**Task to carry out**. Reproduce every line in the material below that holds "None".

──────

#[test]
fn term_parameters_must_come_with_terms_and_in_one_run() {
    // A second run of term parameters would add the terms' acceleration twice: refused,
    // as are term parameters with no terms; one run is accepted, in the given order.
    use learned_forces::expr::{parse, Context, HANDBOOK_ENV};
    use learned_forces::fit::model::ExtraTerms;
    use learned_forces::terms::Terms;
    let (spec, path) = scenario("quiet.yaml");
    let models = spec.models(&path).unwrap();
    let make = || {
        models
            .known
            .build(Path::new("forces"), models.initial.epoch)
            .unwrap()
            .model
    };
    let terms = || ExtraTerms {
        terms: Terms::new(
            vec![parse("exp(-t / k0) * T").unwrap()],
            vec![1e-9],
            vec![20000.0],
        ),
        context: Context {
            radius_km: 6378.1363,
            rotation_rad_s: 7.292115e-5,
            clock: propagator::solar_system::CenturyClock::new(&models.initial.epoch),
            environment: HANDBOOK_ENV,
            host: None,
        },
    };
    use Parameter::*;
    let split = [TermCoefficient(0), DragScale, TermConstant(0)];
    let e = FitModel::new(make(), &split, Some(terms())).err().unwrap();
    assert!(e.contains("one run"), "{e}");
    let e = FitModel::new(make(), &[TermCoefficient(0)], None)
        .err()
        .unwrap();
    assert!(e.contains("need learned terms"), "{e}");
    let ok = [DragScale, TermCoefficient(0), TermConstant(0)];
    let fm = FitModel::new(make(), &ok, Some(terms())).unwrap();
    assert_eq!(fm.parameters(), ok.to_vec());
    // Values start at rest: scale 1, the terms' stored coefficient and constant.
    assert_eq!(fm.values, vec![1.0, 1e-9, 20000.0]);
}
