/* A small cart-pendulum model for the Linux host port (the same equations as
 * sim_device/plant.py: Lagrange, RK4; DC motor through a belt or a force amplifier).
 * The core never sees this: it reads encoder counts and writes a drive through port.h. */
#ifndef POISE_HOST_PLANT_H
#define POISE_HOST_PLANT_H

typedef struct {
    double cart_mass_kg, pendulum_mass_kg, com_distance_m, inertia_com_kgm2;
    double cart_viscous, cart_coulomb_n, pivot_viscous, gravity;
    double track_length_m, switch_inset_m;
    int voltage_drive; /* 1: DC motor in volts; 0: force in newtons */
    double kt, resistance_ohm, gear_ratio, pulley_radius_m, rotor_inertia_kgm2, dead_band;
} plant_params;

typedef struct {
    plant_params p;
    double x, v, th, w; /* th = 0 upright, pi hanging, counter-clockwise positive */
    int end_stop;       /* touched a hard end stop in the last step */
} plant;

void plant_init(plant *pl, const plant_params *p);
/* Advance dt_s seconds with drive u (volts or newtons, already clamped by the core). */
void plant_step(plant *pl, double u, double dt_s);

#endif
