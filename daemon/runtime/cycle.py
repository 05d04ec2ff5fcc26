"""The control cycle: one synchronous reader callback on the port's raw file descriptor.

Per telemetry frame, in one method (:meth:`ControlCycle.on_readable`), with no
awaits and no queue hops, a straight line::

    read -> decode -> estimate -> decision -> output -> clamp -> encode -> write -> record

- *estimate*: the state for the controllers (:class:`StateEstimator`), and the
  raw rates (plain position differences) for the interlocks.
- *decision*: whether this sample ends the present mode (:class:`ModeWatch`:
  caught, fallen, homing or excitation ended), then the supervisor's one
  :class:`Decision` for the sample: its interlocks on the raw measurements, the
  mode event, the stop ramp. If the decision carries a transition, the one
  transition handler (:meth:`apply`) acts on it before the output is worked out.
- *output*: the decision's output: the controller of its state, the cart
  velocity loop on the stop ramp's set-point (following the raw cart velocity,
  as the interlocks judge it), or zero.
- *record*: the sample row to the recorder's queue (``put_sample``, never
  blocks); then the overrun interlock, whose trip acts from the next sample on
  (this sample's command has gone). The link-error interlock (sequence gaps,
  corrupt frames) is fed right after decoding, so its trip stops the rig in
  this very frame.

What it allocates is floats and small tuples (the frames, the state, the
sample row, the clock readings); a steady decision is a shared object.

The rig's clock paces the loop: every Telemetry is answered by exactly one
Drive. If several Telemetry frames arrive in one read (the host was late),
only the newest is answered; each older one is stepped through the estimator
(so its rates stay right), recorded unanswered (no drive, no latency) and
counted in ``missed``. The cycle never bursts to catch up.

Timing: ``t0`` is taken as soon as ``os.read`` returns, ``t_write`` right
after the write; their difference is the read->write latency, recorded with
every sample and fed to the loop-overrun interlock against the pacing's budget
(infinite in lockstep, settled at the handshake: :mod:`daemon.runtime.pacing`).
On one sample in ``STAGE_SAMPLE_MASK + 1`` the clock is also read between the
stages (a clock reading costs as much as a few hundred float operations in
CPython); the seven readings of each sample go into :class:`TimingRings` as one
tuple, with zeros for the stages not timed.

Transitions (:meth:`apply`): every change of state or output, from a sample's
decision or from anything between samples (operator commands, watchdog and link
trips), comes here as a :class:`Transition`: the newly active controller is
reset from the last measured state and the last drive (bumpless transfer),
homing takes its new origin, the device is armed or stopped, automatic garbage
collection is switched off while the drive may move (gc.freeze() at start-up
keeps the collections that remain cheap), and whoever waits for the state is
woken.
"""

from __future__ import annotations

import asyncio
import gc
import math
import os
import time
from collections.abc import Callable

from daemon.control.cart_loops import CartHold, CartVelocityFollower
from daemon.control.homing import Homing, HomingPhase
from daemon.control.rig_setup import ControlSet
from daemon.link.link import Link
from daemon.runtime.mode_watch import ModeWatch
from daemon.runtime.pacing import Pacing, real_time
from daemon.runtime.rig_time import RigTimeWaiters
from daemon.runtime.timing import RING_MASK, STAGE_SAMPLE_MASK, TimingRings
from daemon.supervisor import Action, LinkErrorMonitor, Output, State, Supervisor, Trip
from daemon.supervisor.decision import Transition
from daemon.supervisor.states import MOTION_STATES
from daemon.supervisor.stop_ramp import FOLLOWER_ACCEL_FACTOR, FOLLOWER_TIME_CONSTANT_S
from protocol import (
    ST_LOCKSTEP,
    Arm,
    FrameDecoder,
    LinkStats,
    Reply,
    ReplyResult,
    Stop,
    Telemetry,
    encode_drive,
)

READ_BYTES = 65536

_BALANCE = State.BALANCE
_SWING_UP = State.SWING_UP
_HOMING = State.HOMING
_READY = State.READY
_EXCITE = State.EXCITE
_CONTROL = Output.CONTROL
_RAMP = Output.RAMP
_LOCKSTEP = ST_LOCKSTEP
_clock_ns = time.monotonic_ns
_read = os.read

Measured = tuple[float, float, float, float]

──────

**Result of this task**.
            host: None,
    let e = FitModel::new(make(), &[TermCoefficient(0)], None)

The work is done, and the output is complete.